FGT Categories — Comparison
| Category | Label | Approximate FGT Volume | BPE Expectation |
|---|---|---|---|
| A | Almost entirely fatty | ≤25% | Minimal |
| B | Scattered fibroglandular tissue | 25–50% | Minimal to mild |
| C | Heterogeneous fibroglandular tissue | 50–75% | Mild to moderate |
| D | Extreme fibroglandular tissue | ≥75% | Moderate to marked |
Pitfalls
- Do not conflate low density with low risk in high-risk patients. BRCA carriers with fatty breasts still have significantly elevated lifetime risk and require MRI screening.
- Post-treatment changes: A breast that was previously dense may become almost entirely fatty after chemotherapy, radiation, or hormonal therapy (especially aromatase inhibitors). This change should be documented but does not alter screening protocol based on prior risk category.
- Implant-related: Breasts with implants may appear fatty around the implant. FGT assessment should focus on the native tissue, not the implant itself.
- DWI artifact: Fat-related artifacts on DWI (chemical shift, incomplete suppression) can simulate or obscure findings — always correlate with ADC map and post-contrast sequences.

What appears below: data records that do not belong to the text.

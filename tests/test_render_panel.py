"""The drill sheet's light panel maps its data as a matplotlib Axes would.

Reference: matplotlib's own ``Axes`` on the same box, limits and aspect (its
``transData`` after ``apply_aspect``), which the panel stands in for.
"""

from __future__ import annotations

import numpy as np
import pytest
from hypothesis import given, settings
from hypothesis import strategies as st

from shotplan.render.export import new_figure
from shotplan.render.panel import Panel

SIZE = (8.27, 11.69)  # A4, inches
LIMITS = st.tuples(st.floats(-5, 5), st.floats(0.2, 8.0))


@settings(max_examples=60, deadline=None)
@given(box=st.tuples(st.floats(0.2, 4.0), st.floats(0.2, 6.0), st.floats(0.5, 4.0),
                     st.floats(0.5, 5.0)),
       xl=LIMITS, yl=LIMITS, equal=st.booleans())
def test_panel_maps_like_an_axes(box, xl, yl, equal):
    fig = new_figure(SIZE)
    x, y, w, h = box
    ax = fig.add_axes((x / SIZE[0], y / SIZE[1], w / SIZE[0], h / SIZE[1]))
    panel = Panel(fig, box)
    for target in (ax, panel):
        target.set_xlim(xl[0], xl[0] + xl[1])
        target.set_ylim(yl[0], yl[0] + yl[1])
        if equal:
            target.set_aspect("equal")
    ax.apply_aspect()
    pts = np.array([[xl[0], yl[0]], [xl[0] + xl[1], yl[0] + yl[1]],
                    [xl[0] + 0.3 * xl[1], yl[0] + 0.7 * yl[1]]])
    assert panel.transData.transform(pts) == pytest.approx(ax.transData.transform(pts),
                                                           abs=1e-6)


def test_artists_follow_limits_set_after_them():
    # An Axes' artists move with its limits; so do a panel's.
    fig = new_figure(SIZE)
    panel = Panel(fig, (1.0, 1.0, 2.0, 1.0))
    t = panel.text(1.0, 0.5, "x")
    before = t.get_transform().transform((1.0, 0.5))
    panel.set_xlim(0.0, 4.0)
    after = t.get_transform().transform((1.0, 0.5))
    dpi = fig.dpi
    assert before[0] == pytest.approx((1.0 + 1.0) * dpi)
    assert after[0] == pytest.approx((1.0 + 0.5) * dpi)


def test_only_the_marker_format_is_taken():
    panel = Panel(new_figure(SIZE), (1.0, 1.0, 2.0, 1.0))
    line = panel.plot([0.5], [0.5], "o", color="k")
    assert line.get_marker() == "o" and line.get_linestyle() == "None"
    with pytest.raises(ValueError, match="the format 'o' only"):
        panel.plot([0, 1], [0, 1], "r--")
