@dataclass(frozen=True, slots=True)
class TextShape:
    """A line of text placed on the table."""

    position: tuple[float, float]
    """Where the anchor point of the text sits, m."""
    text: str
    """The text."""
    size_mm: float = 20.0
    """Font size (the em), mm of table."""
    colour: str = "#000000"
    """Text colour."""
    anchor: str = "c"
    """Which point of the text's box sits on ``position``, one of :data:`ANCHORS`."""
    layer: int = 0
    """Drawing order."""
    bold: bool = False
    """Bold face."""

    def __post_init__(self) -> None:
        _set(self, "position", _point(self.position, "TextShape.position"))
        if not isinstance(self.text, str):
            raise InputError(f"TextShape.text: {self.text!r} is not a string")
        _set(self, "size_mm", _number(self.size_mm, "TextShape.size_mm", 0.0))
        _set(self, "colour", _colour(self.colour, "TextShape.colour"))
        if self.anchor not in ANCHORS:
            raise InputError(f"TextShape.anchor: {self.anchor!r} is not an anchor, must be "
                             f"one of {', '.join(ANCHORS)}")
        _set(self, "bold", bool(self.bold))
        _common(self, "TextShape")

    def envelope(self) -> tuple[float, float, float, float]:
        """The anchor point as a box (a text's extent depends on the font)."""
        x, y = self.position
        return (x, y, x, y)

- Age-related involution: Almost entirely fatty breasts are more common in postmenopausal women due to glandular involution. In a premenopausal woman, this category is less common and the assessment should still be made objectively.
Board Pearl
FGT category is a visual assessment, not a precise volumetric measurement. BI-RADS v2025 intentionally avoids strict percentage thresholds — the radiologist assigns the category based on overall impression. Consistency matters more than precision.
v2025 Updates
- BI-RADS v2025 retains the same four FGT categories (A through D) used in the 5th edition
- The v2025 text emphasizes that FGT assessment is qualitative and subjective — inter-reader variability is expected and acceptable
- v2025 reinforces that FGT category should be reported on every breast MRI examination as it provides context for interpretation confidence
Reporting
FGT category should appear in the Breast Composition section of the MRI report:
The breast tissue is almost entirely fatty (ACR FGT Category A).
This informs the referring clinician that lesion conspicuity on MRI is excellent and that minimal BPE is expected.